## TASK BRIEF
Print, exactly as they stand, the lines from the start of the listing to the line containing "def context_section(lines: Sequence[str])", inclusive.

## RECORDS FOR PROCESSING
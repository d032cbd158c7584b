"""The report's desk sections as HTML: opening lines, warnings, headline cards, the order list, the
limits on the final book, the settings and the scenario comparison.

One function per section; each takes plain data (frames, mappings, lists) and returns an HTML string,
so another renderer (a template) can take the same data.
"""

from __future__ import annotations

from collections.abc import Mapping, Sequence
from typing import Any

import pandas as pd

from trimtab.attribution import format_figure
from trimtab.report._content import change_text, display_unit, settings_rows
from trimtab.report._desk import cents, verdict_lines
from trimtab.report._html_parts import _e
from trimtab.report._filters import piece
from trimtab.report._templates import render_cards, render_trades

#: Desk figures shown as cards at the top of a rebalance report, in order.
DESK_CARDS = ("expected_alpha", "information_ratio", "tracking_error", "turnover", "cost", "names_bought", "names_sold")


def context_section(lines: Sequence[str]) -> str:
    """The scenario's description, the fund's NAV and cash, the model's date and coverage."""
    if not lines:
        return ""
    return '<div class="context">' + "".join(f"<p>{_e(line)}</p>" for line in lines) + "</div>"


def warnings_section(warnings: Sequence[Mapping[str, Any]], heading: str = "h2", anchor: str = "warnings") -> str:
    """Every warning of the run, its kind and message (none: says so)."""
    if not warnings:
        return f'<{heading} id="{anchor}">Warnings</{heading}><p class="note">None: no position dropped, no alpha set to 0, ' \
               f"no solver fall-back, no concentration above the alert thresholds.</p>"
    items = "".join(
        f'<li><span class="kind">{_e(str(w.get("kind", "")).replace("_", " "))}</span> {_e(w.get("message", ""))}</li>'
        for w in warnings
    )
    return f'<{heading} id="{anchor}">Warnings ({len(warnings)})</{heading}><ul class="warnings">{items}</ul>'


def cash_card(rounding: Mapping[str, Any] | None) -> list[dict[str, str]]:
    """The headline card of the cash after trades and costs (none for a list in weights); its note
    says when the orders are not fit to send."""
    if rounding is None:
        return []
    note = "NOT FIT TO SEND: a limit breached" if not rounding.get("fit_to_send", True) else f"before {cents(rounding['cash_before'])}"
    return [{"key": "cash_after_costs", "kind": "desk", "label": "Cash after trades and costs",
             "value": cents(rounding["cash_after_costs"]), "note": note}]


def verdict_section(content: Any) -> str:
    """A red box naming each limit the rounded book breaches, when the orders are not fit to send."""
    lines = verdict_lines(content)
    if not lines:
        return ""
    items = "".join(f"<li>{_e(line)}</li>" for line in lines[1:])
    return f'<div class="notfit"><p><strong>{_e(lines[0])}</strong></p><ul>{items}</ul></div>'


def desk_cards(figures: pd.DataFrame | None, rounding: Mapping[str, Any] | None = None) -> str:
    """Headline cards: expected alpha, information ratio, tracking error, turnover, cost, names bought
    and sold, each after the trades with its value before, then the cash after trades and costs (the
    headline partial the explore page uses)."""
    if figures is None:
        return render_cards(cash_card(rounding)) if rounding is not None else ""
    cards = []
    for key in DESK_CARDS:
        if key not in figures.index or pd.isna(figures.loc[key, "post"]):
            continue
        row = figures.loc[key]
        unit = display_unit(key, str(row["unit"]))
        was: list[Any] = []
        if pd.notna(row.get("pre")) and key not in ("turnover", "cost", "names_bought", "names_sold"):
            was = ["before ", piece(row["pre"], "figure", unit), " (", piece(row["change"], "change", unit), ")"]
        cards.append({"key": str(key), "kind": "desk", "label": str(row["label"]),
                      "value": row["post"], "format": ["figure", unit], "note": was})
    cards.extend(cash_card(rounding))
    return render_cards(cards) if cards else ""


def figures_table(figures: pd.DataFrame) -> str:
    """The desk figures before and after with their change (percentage points for percentages)."""
    rows = []
    for key, row in figures.iterrows():
        unit = display_unit(key, str(row["unit"]))
        rows.append(
            f"<tr><td>{_e(row['label'])}</td><td class=\"num\">{format_figure(row['pre'], unit)}</td>"
            f"<td class=\"num\">{format_figure(row['post'], unit)}</td><td class=\"num\">{change_text(row['change'], unit)}</td></tr>"
        )
    return (
        "<table><caption>Changes of percentages are in percentage points (pp). Expected active return is "
        "αᵀ(w − b) (annualised); information ratio is that over the tracking error.</caption>"
        '<thead><tr><th>Figure</th><th class="num">Before</th><th class="num">After</th><th class="num">Change</th></tr></thead>'
        f"<tbody>{''.join(rows)}</tbody></table>"
    )


_ORDER_COLUMNS = (
    ("side", "Side", "text"),
    ("shares", "Shares", "shares"),
    ("price", "Price", "price"),
    ("notional", "Notional", "amount"),
    ("cost_bp", "Cost (bp of notional)", "bp1"),
    ("cost", "Cost", "amount"),
    ("adv_percent", "% of daily volume", "pct1"),
    ("weight_change", "Weight change (pp of NAV)", "pp"),
)
#: Shown only for a list in weights (the share list has them in trades.csv).
_WEIGHT_COLUMNS = (("weight_before", "Weight before", "fraction"), ("weight_after", "Weight after", "fraction"))


def order_columns(orders: pd.DataFrame, in_shares: bool) -> list[tuple[str, str, str]]:
    """The order list's columns shown: (column, heading, unit), those with any value only."""
    candidates = _ORDER_COLUMNS if in_shares else (*_ORDER_COLUMNS[:1], *_WEIGHT_COLUMNS, *_ORDER_COLUMNS[1:])
    return [(c, h, u) for c, h, u in candidates if c in orders.columns and not orders[c].isna().all()]


def table_columns(columns: Sequence[tuple[str, str, str]]) -> list[tuple[str, str, bool, list[str]]]:
    """The top-trades partial's columns for an order list: asset, then each column (numeric unless
    text), printed by the ``order`` filter in its unit."""
    return [("asset", "Asset", False, []), *((c, h, u != "text", ["order", u]) for c, h, u in columns)]


def order_rows(orders: pd.DataFrame, columns: Sequence[tuple[str, str, str]]) -> list[dict[str, Any]]:
    """The orders as rows of values: asset, each column, and side (the row's class)."""
    rows = []
    for asset, row in orders.iterrows():
        cells = {c: row[c] for c, _, _ in columns}
        rows.append({"asset": str(asset), **cells, "side": str(row.get("side", ""))})
    return rows


def orders_section(orders: pd.DataFrame | None, in_shares: bool, rounding_lines: Sequence[str], max_rows: int,
                   fit: bool = True) -> str:
    """The largest orders as a desk would send them (the top-trades partial the explore page uses),
    and what rounding to whole shares moved; orders not fit to send are captioned so."""
    if orders is None:
        return ""
    shown = orders.head(max_rows)
    columns = order_columns(shown, in_shares)
    what = "in whole shares" if in_shares else "in weights (no NAV or prices given: fractions of NAV)"
    caption = (
        f"The largest {len(shown)} of {len(orders):,} orders by size, {what}; trades.csv holds every order "
        "and target_book.csv every asset's weight before and after."
    ) if fit else (
        f"NOT FIT TO SEND (a limit breached on the rounded book): the largest {len(shown)} of {len(orders):,} orders, "
        f"{what}, for inspection only; trades_not_fit_to_send.csv holds every one."
    )
    table = render_trades(order_rows(shown, columns), caption=caption, css="orders", columns=table_columns(columns))
    notes = "".join(f'<p class="note">{_e(line)}</p>' for line in rounding_lines)
    return f'<div class="wide">{table}</div>{notes}'


def limits_section(checks: pd.DataFrame | None, units: Mapping[str, str] | None = None) -> str:
    """Every limit on the final book: value, lower and upper limit, slack to the nearer one, and whether it holds."""
    if checks is None or checks.empty:
        return ""
    rows = []
    for name, row in checks.iterrows():
        cells = "".join(
            '<td class="num"></td>' if pd.isna(row[c]) else f'<td class="num">{format_figure(row[c], "limit")}</td>'
            for c in ("value", "lower", "upper", "slack")
        )
        ok = '<td><span class="status ok">holds</span></td>' if bool(row["ok"]) else '<td><span class="status bad">breached</span></td>'
        rows.append(f"<tr><td>{_e(name).replace('[', '<wbr>[')}</td><td>{_e(row['kind'])}</td>{cells}{ok}</tr>")
    n_ok = int(checks["ok"].astype(bool).sum())
    return (
        f'<p>{n_ok} of {len(checks)} checks hold on the final book, recomputed with numpy from its weights '
        "(for a block of limits, per asset or per group, the one closest to its limit; limits.csv has the same rows).</p>"
        '<div class="wide"><table class="limits"><thead><tr><th>Limit</th><th>Kind</th><th class="num">Value</th>'
        '<th class="num">Lower</th><th class="num">Upper</th><th class="num">Slack</th><th>Check</th></tr></thead>'
        f"<tbody>{''.join(rows)}</tbody></table></div>"
    )


def settings_section(scenario: Mapping[str, Any]) -> str:
    """The scenario's settings as a two-column table (key path, value)."""
    rows = settings_rows(scenario)
    if not rows:
        return ""
    body = "".join(f"<tr><td><code>{_e(key)}</code></td><td>{_e(value)}</td></tr>" for key, value in rows)
    return f"<table class=\"settings\"><thead><tr><th>Setting</th><th>Value</th></tr></thead><tbody>{body}</tbody></table>"


def comparison_rows(table: pd.DataFrame, names: Sequence[str], failed: Sequence[str]) -> str:
    """The comparison table (from :func:`trimtab.report.comparison_table`) as HTML rows with change columns."""
    changes = [c for c in table.columns if str(c).startswith("change: ")]
    head = "<th>Figure</th>" + "".join(f'<th class="num">{_e(n)}</th>' for n in names) + "".join(
        f'<th class="num">{_e(c.removeprefix("change: "))} − {_e(names[0])}</th>' for c in changes
    )
    rows = []
    for key, row in table.iterrows():
        unit = display_unit(key, str(row["unit"]))
        if key == "status":
            cells = "".join(
                f'<td class="num"><span class="status {"bad" if n in failed else "ok"}">{_e(row[n])}</span></td>' for n in names
            )
            rows.append(f"<tr><td>Status</td>{cells}{'<td></td>' * len(changes)}</tr>")
            continue
        if unit == "text":
            cells = "".join(f"<td>{'n/a' if n in failed else _e(row[n])}</td>" for n in names)
        else:
            cells = "".join(
                f'<td class="num">{"n/a" if n in failed else format_figure(row[n], unit)}</td>' for n in names
            )
        deltas = "".join(
            f'<td class="num">{"" if unit == "text" else change_text(row[c], unit)}</td>' for c in changes
        )
        rows.append(f"<tr><td>{_e(row['label'])}</td>{cells}{deltas}</tr>")
    return f'<div class="wide"><table class="comparison"><thead><tr>{head}</tr></thead><tbody>{"".join(rows)}</tbody></table></div>'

## TASK RESPONSE
repository d032cbd158c7584b
"""The report's desk sections as HTML: opening lines, warnings, headline cards, the order list, the
limits on the final book, the settings and the scenario comparison.

One function per section; each takes plain data (frames, mappings, lists) and returns an HTML string,
so another renderer (a template) can take the same data.
"""

from __future__ import annotations

from collections.abc import Mapping, Sequence
from typing import Any

import pandas as pd

from trimtab.attribution import format_figure
from trimtab.report._content import change_text, display_unit, settings_rows
from trimtab.report._desk import cents, verdict_lines
from trimtab.report._html_parts import _e
from trimtab.report._filters import piece
from trimtab.report._templates import render_cards, render_trades

#: Desk figures shown as cards at the top of a rebalance report, in order.
DESK_CARDS = ("expected_alpha", "information_ratio", "tracking_error", "turnover", "cost", "names_bought", "names_sold")


def context_section(lines: Sequence[str]) -> str:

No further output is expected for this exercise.